RECORDS TO USE:

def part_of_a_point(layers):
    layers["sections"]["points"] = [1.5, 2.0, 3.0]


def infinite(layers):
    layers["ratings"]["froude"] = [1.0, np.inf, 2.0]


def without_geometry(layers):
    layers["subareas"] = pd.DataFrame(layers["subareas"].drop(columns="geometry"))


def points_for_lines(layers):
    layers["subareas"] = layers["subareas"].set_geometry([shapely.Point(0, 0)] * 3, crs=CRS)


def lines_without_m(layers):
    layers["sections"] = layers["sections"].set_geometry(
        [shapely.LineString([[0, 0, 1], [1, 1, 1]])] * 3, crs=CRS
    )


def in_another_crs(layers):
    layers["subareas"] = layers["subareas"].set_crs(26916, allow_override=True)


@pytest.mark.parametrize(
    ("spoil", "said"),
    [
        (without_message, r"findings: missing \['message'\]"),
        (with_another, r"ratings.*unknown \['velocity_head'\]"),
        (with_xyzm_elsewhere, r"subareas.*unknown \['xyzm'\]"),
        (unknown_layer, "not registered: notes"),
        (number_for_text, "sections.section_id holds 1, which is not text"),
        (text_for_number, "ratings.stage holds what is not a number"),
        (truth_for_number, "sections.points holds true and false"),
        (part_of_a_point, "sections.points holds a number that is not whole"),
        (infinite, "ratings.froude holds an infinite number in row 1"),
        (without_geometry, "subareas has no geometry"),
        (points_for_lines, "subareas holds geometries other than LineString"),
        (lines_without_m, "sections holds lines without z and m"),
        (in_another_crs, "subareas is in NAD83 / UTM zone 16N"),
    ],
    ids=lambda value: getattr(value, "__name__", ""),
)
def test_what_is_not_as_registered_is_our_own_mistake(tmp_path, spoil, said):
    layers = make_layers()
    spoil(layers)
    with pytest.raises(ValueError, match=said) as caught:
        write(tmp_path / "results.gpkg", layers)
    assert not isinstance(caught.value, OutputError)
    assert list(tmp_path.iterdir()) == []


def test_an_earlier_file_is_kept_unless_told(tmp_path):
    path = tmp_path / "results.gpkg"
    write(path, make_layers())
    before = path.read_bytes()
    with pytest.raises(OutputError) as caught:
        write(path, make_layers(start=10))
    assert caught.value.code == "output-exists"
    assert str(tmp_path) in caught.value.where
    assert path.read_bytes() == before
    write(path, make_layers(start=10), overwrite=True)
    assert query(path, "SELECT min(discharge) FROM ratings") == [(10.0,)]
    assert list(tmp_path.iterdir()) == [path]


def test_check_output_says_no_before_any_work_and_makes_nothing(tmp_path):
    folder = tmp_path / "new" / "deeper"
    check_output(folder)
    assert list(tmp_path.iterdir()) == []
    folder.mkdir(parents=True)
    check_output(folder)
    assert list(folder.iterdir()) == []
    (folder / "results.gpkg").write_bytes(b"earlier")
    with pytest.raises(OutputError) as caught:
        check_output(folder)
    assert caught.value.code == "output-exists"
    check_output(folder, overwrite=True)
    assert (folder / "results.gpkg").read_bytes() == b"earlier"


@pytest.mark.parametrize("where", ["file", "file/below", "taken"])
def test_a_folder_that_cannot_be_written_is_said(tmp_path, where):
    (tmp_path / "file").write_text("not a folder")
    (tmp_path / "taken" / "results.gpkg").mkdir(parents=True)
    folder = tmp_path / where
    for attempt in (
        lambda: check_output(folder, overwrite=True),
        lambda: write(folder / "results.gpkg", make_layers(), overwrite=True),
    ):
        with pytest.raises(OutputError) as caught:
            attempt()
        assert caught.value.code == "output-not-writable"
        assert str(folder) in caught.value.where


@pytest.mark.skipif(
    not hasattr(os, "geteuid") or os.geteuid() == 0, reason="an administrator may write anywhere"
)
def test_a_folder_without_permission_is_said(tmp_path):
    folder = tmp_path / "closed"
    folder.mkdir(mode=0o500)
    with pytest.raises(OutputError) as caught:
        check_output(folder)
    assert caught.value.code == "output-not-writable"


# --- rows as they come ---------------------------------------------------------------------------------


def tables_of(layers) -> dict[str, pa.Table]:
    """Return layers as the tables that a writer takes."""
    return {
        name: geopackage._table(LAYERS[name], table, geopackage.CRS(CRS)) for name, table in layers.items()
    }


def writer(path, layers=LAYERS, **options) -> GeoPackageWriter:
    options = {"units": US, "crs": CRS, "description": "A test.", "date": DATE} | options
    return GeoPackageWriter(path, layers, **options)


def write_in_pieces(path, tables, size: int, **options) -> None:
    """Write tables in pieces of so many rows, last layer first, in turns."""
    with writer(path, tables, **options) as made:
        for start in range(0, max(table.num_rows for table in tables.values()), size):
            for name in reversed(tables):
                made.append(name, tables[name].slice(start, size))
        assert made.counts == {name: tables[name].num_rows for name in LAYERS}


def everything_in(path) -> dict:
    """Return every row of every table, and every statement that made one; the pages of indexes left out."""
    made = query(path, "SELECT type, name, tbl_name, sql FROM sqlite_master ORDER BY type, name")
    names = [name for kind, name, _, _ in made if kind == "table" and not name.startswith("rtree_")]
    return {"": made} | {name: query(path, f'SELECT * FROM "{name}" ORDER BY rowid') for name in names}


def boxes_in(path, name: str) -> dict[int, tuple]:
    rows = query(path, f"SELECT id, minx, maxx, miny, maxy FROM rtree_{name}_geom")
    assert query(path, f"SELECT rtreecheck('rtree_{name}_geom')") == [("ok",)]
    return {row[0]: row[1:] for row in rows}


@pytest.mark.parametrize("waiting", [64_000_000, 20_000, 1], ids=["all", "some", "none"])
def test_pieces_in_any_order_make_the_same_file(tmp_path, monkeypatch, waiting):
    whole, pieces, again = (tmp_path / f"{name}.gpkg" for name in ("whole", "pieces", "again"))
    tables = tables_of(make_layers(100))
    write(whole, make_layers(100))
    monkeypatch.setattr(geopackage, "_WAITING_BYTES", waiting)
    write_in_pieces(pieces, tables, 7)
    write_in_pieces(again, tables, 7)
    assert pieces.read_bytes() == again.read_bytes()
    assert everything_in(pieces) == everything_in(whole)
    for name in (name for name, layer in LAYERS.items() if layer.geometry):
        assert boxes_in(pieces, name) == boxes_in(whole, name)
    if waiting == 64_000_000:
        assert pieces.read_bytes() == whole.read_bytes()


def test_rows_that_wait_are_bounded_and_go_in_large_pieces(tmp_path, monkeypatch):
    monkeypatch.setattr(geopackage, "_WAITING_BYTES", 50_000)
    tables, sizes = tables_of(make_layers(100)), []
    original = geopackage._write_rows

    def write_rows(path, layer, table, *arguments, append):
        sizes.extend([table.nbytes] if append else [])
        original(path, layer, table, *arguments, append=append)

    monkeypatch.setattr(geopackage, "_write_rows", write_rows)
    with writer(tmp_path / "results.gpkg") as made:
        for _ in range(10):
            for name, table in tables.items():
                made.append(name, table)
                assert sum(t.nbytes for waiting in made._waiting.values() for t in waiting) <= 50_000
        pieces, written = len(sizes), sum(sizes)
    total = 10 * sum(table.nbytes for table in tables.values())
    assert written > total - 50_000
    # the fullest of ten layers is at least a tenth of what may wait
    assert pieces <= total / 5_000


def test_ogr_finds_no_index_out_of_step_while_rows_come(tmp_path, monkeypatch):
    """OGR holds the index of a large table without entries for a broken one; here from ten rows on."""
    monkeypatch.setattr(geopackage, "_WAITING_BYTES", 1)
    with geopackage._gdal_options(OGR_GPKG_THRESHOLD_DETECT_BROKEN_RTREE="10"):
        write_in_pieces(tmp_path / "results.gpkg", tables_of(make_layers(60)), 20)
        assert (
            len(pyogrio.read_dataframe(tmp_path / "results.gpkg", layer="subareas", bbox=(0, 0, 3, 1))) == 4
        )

...

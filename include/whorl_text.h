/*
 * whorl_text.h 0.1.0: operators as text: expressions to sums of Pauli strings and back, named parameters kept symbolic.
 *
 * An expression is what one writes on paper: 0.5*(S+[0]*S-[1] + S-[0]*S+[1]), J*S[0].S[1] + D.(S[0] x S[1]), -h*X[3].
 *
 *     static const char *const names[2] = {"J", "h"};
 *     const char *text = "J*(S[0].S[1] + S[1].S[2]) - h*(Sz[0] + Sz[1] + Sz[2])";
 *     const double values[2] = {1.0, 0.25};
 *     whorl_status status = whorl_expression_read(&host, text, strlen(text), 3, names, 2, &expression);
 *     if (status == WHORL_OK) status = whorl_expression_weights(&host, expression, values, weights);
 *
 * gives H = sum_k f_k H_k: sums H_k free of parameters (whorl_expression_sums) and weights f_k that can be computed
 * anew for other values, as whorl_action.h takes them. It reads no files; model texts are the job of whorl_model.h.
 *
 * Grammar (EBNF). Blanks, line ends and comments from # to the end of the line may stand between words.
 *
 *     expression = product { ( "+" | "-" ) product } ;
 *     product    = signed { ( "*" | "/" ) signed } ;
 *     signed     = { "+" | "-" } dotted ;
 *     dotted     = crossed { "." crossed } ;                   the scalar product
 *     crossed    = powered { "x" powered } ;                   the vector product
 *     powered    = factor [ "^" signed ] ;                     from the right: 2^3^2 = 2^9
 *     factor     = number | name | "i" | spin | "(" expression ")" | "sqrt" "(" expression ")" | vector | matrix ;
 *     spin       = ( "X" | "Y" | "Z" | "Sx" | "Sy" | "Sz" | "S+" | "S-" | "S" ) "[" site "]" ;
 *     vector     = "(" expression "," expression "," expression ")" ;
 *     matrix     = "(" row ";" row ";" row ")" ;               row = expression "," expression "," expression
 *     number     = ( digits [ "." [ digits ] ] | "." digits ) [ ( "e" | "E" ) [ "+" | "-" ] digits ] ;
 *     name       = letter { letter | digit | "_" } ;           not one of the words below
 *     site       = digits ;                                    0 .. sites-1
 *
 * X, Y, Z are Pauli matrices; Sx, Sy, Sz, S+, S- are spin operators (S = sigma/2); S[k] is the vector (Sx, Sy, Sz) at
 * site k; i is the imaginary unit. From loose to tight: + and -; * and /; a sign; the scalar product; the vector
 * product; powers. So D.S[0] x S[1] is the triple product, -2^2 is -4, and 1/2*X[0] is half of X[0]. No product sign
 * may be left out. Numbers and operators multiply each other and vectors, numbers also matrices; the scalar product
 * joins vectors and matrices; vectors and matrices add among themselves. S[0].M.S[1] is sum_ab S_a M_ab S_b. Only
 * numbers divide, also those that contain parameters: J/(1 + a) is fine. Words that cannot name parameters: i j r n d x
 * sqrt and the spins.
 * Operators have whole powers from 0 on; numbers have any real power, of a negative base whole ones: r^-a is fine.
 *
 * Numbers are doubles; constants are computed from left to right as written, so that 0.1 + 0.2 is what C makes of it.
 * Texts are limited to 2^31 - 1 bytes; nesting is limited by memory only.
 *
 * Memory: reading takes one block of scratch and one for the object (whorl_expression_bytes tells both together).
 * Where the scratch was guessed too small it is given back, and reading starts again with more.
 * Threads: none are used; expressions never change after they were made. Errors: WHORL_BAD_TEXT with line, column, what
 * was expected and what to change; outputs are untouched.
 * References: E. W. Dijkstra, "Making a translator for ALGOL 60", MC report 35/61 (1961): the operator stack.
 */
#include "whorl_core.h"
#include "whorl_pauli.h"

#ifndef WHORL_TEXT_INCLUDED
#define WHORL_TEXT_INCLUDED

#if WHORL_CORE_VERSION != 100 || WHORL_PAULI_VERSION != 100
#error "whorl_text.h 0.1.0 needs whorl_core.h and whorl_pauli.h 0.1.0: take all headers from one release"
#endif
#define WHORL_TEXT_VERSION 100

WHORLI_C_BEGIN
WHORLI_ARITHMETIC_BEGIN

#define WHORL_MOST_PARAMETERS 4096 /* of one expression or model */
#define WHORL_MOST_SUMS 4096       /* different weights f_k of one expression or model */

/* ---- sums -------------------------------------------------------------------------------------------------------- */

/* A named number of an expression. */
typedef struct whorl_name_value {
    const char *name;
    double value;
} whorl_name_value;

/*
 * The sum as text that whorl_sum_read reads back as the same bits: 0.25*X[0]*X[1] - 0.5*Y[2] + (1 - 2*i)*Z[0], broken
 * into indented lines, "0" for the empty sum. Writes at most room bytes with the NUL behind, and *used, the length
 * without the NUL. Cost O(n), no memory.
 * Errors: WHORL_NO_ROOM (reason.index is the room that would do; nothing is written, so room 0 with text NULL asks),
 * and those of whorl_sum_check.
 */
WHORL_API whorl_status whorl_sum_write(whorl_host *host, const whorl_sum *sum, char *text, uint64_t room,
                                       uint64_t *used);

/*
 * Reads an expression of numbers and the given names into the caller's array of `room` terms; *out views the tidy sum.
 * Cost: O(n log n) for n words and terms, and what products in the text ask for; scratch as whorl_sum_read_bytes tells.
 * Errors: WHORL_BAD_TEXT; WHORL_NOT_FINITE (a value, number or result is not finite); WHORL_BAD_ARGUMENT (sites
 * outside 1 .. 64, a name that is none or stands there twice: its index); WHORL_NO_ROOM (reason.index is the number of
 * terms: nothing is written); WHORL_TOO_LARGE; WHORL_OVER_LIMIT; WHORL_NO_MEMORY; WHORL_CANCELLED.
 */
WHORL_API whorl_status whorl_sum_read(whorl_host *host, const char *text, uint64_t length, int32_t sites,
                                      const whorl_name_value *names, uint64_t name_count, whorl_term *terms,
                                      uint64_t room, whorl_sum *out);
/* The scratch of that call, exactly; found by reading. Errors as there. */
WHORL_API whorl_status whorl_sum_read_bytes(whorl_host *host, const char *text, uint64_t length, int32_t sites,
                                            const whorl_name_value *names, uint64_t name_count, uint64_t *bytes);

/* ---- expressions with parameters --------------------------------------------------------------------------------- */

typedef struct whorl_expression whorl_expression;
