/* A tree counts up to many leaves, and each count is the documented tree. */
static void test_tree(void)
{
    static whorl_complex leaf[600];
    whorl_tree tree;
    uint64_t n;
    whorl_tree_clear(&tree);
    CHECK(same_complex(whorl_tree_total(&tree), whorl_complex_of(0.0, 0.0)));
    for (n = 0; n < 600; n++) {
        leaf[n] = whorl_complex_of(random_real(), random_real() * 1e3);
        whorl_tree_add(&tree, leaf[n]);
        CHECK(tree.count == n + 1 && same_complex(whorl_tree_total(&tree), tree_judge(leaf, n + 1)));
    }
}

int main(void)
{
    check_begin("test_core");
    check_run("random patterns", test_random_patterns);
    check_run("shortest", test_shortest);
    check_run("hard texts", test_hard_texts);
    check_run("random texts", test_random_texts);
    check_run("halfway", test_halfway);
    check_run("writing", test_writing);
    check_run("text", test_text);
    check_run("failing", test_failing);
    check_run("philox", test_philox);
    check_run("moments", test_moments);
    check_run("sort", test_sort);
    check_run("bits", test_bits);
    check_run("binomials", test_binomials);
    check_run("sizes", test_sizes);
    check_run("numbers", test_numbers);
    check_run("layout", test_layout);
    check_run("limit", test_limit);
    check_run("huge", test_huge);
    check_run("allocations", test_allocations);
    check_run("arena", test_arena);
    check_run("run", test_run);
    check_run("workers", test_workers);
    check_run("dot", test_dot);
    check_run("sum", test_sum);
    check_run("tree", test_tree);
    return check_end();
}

AIM OF THE TASK:
All lines in the data above from the one with "0.1.0 needs whorl_core.h" through the one with "O(n), no memory." must be repeated exactly, and no others.

EXERCISE ANSWER:
#error "whorl_text.h 0.1.0 needs whorl_core.h and whorl_pauli.h 0.1.0: take all headers from one release"
#endif
#define WHORL_TEXT_VERSION 100

WHORLI_C_BEGIN
WHORLI_ARITHMETIC_BEGIN

#define WHORL_MOST_PARAMETERS 4096 /* of one expression or model */
#define WHORL_MOST_SUMS 4096       /* different weights f_k of one expression or model */

/* ---- sums -------------------------------------------------------------------------------------------------------- */

/* A named number of an expression. */
typedef struct whorl_name_value {
    const char *name;
    double value;
} whorl_name_value;

/*
 * The sum as text that whorl_sum_read reads back as the same bits: 0.25*X[0]*X[1] - 0.5*Y[2] + (1 - 2*i)*Z[0], broken
 * into indented lines, "0" for the empty sum. Writes at most room bytes with the NUL behind, and *used, the length
 * without the NUL. Cost O(n), no memory.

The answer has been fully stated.